## WHAT IS BEING ASKED
Of the lines in the listing below, count those containing "node". Provide the count and nothing else.

(INPUT DATA begins)

import { readFileSync } from 'node:fs';
import path from 'node:path';
import { describe, expect, test } from 'vitest';
import { guessMapping } from '@/lib/imports/guess-mapping';
import { parseSpreadsheet } from '@/lib/imports/parse-spreadsheet';
import { validatePlateSheet } from '@/lib/imports/validate-plate-sheet';
import { DEMO_COMPOUNDS, DEMO_TARGETS } from '@/scripts/demo-plates/demo-compounds';
import { makeDemoPlate } from '@/scripts/demo-plates/make-demo-plate';
import { PLATE_PLANS } from '@/scripts/demo-plates/plate-plans';

const DATA = path.join(process.cwd(), 'seeders', 'data', 'demo-plates');
const OPTIONS = {
  knownCompounds: DEMO_COMPOUNDS.map((c) => c.identifier),
  knownTargets: Object.keys(DEMO_TARGETS),
};

// Generate → write → parse in the worker → guess the mapping → validate: every well comes back with the generator's values.
describe.each(PLATE_PLANS.map((plan) => [plan.file, plan] as const))('demo plate %s', (file, plan) => {
  const demo = makeDemoPlate(plan);

  test('round-trips every well and readout', async () => {
    const parsed = await parseSpreadsheet(demo.bytes, file);
    if (!parsed.ok) throw new Error(parsed.error.message);
    const sheet = parsed.sheets.find((s) => s.name === demo.manifest.dataSheet);
    expect(sheet).toBeDefined();
    const preview = validatePlateSheet(sheet!, guessMapping(sheet!).mapping, OPTIONS);
    expect(preview.issues).toEqual([]);
    expect(preview.ok).toBe(true);
    expect(preview.plate).toMatchObject({
      format: plan.format,
      formatSource: 'inferred',
      targets: [plan.target],
    });
    expect(preview.plate?.wells).toEqual(
      demo.wells.map((well) => ({
        position: well.position,
        rowIndex: well.rowIndex,
        columnIndex: well.columnIndex,
        role: well.role,
        compound: well.compound,
        concentration_uM: well.concentration_uM,
        sealResistance_GOhm: well.sealResistance_GOhm,
        seriesResistance_MOhm: well.seriesResistance_MOhm,
        capacitance_pF: well.capacitance_pF,
        readouts: [
          {
            target: well.target,
            controlCurrent_pA: well.controlCurrent_pA,
            compoundCurrent_pA: well.compoundCurrent_pA,
            row: expect.any(Number),
          },
        ],
      })),
    );
  });

  test('has vehicle, reference and the planned failing wells', () => {
    const roles = new Set(demo.wells.map((well) => well.role));
    expect(roles).toEqual(new Set(['vehicle', 'reference', 'test']));
    expect(
      demo.wells
        .filter((well) => well.failure)
        .map((well) => well.position)
        .sort(),
    ).toEqual(plan.failures.map((f) => f.well).sort());
    expect(demo.manifest.truth.map((t) => t.compound)).toEqual(plan.compounds);
  });

  test('the committed file and manifest match the generator', () => {
    expect(
      Buffer.compare(readFileSync(path.join(DATA, file)), demo.bytes),
      'regenerate with npx tsx scripts/make-demo-plates.ts',
    ).toBe(0);
    expect(JSON.parse(readFileSync(path.join(DATA, `${file}.manifest.json`), 'utf8'))).toEqual(demo.manifest);
  });
});

test('the same seed gives the same plate; failing wells fail as planned', () => {
  const [plan] = PLATE_PLANS;
  const first = makeDemoPlate(plan!);
  expect(makeDemoPlate(plan!).bytes).toEqual(first.bytes);
  const byWell = new Map(first.wells.map((well) => [well.position, well]));
  // Thresholds the demo aims past: seal 0.5 GΩ, |control| 200 pA, series 25 MΩ (lib/science/qc/qc-thresholds.ts defaults).
  expect(byWell.get('B03')!.sealResistance_GOhm).toBeLessThan(0.5);
  expect(Math.abs(byWell.get('E05')!.controlCurrent_pA!)).toBeLessThan(200);
  expect(byWell.get('G08')!.seriesResistance_MOhm).toBeGreaterThan(25);
  expect(byWell.get('C10')!.capacitance_pF).toBeNull();
  const healthy = first.wells.filter((well) => !well.failure);
  expect(Math.min(...healthy.map((well) => well.sealResistance_GOhm!))).toBeGreaterThanOrEqual(0.5);
  expect(Math.min(...healthy.map((well) => Math.abs(well.controlCurrent_pA!)))).toBeGreaterThanOrEqual(200);
  expect(Math.max(...healthy.map((well) => well.seriesResistance_MOhm!))).toBeLessThanOrEqual(25);
});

(INPUT DATA ends)

## TASK SOLUTION
2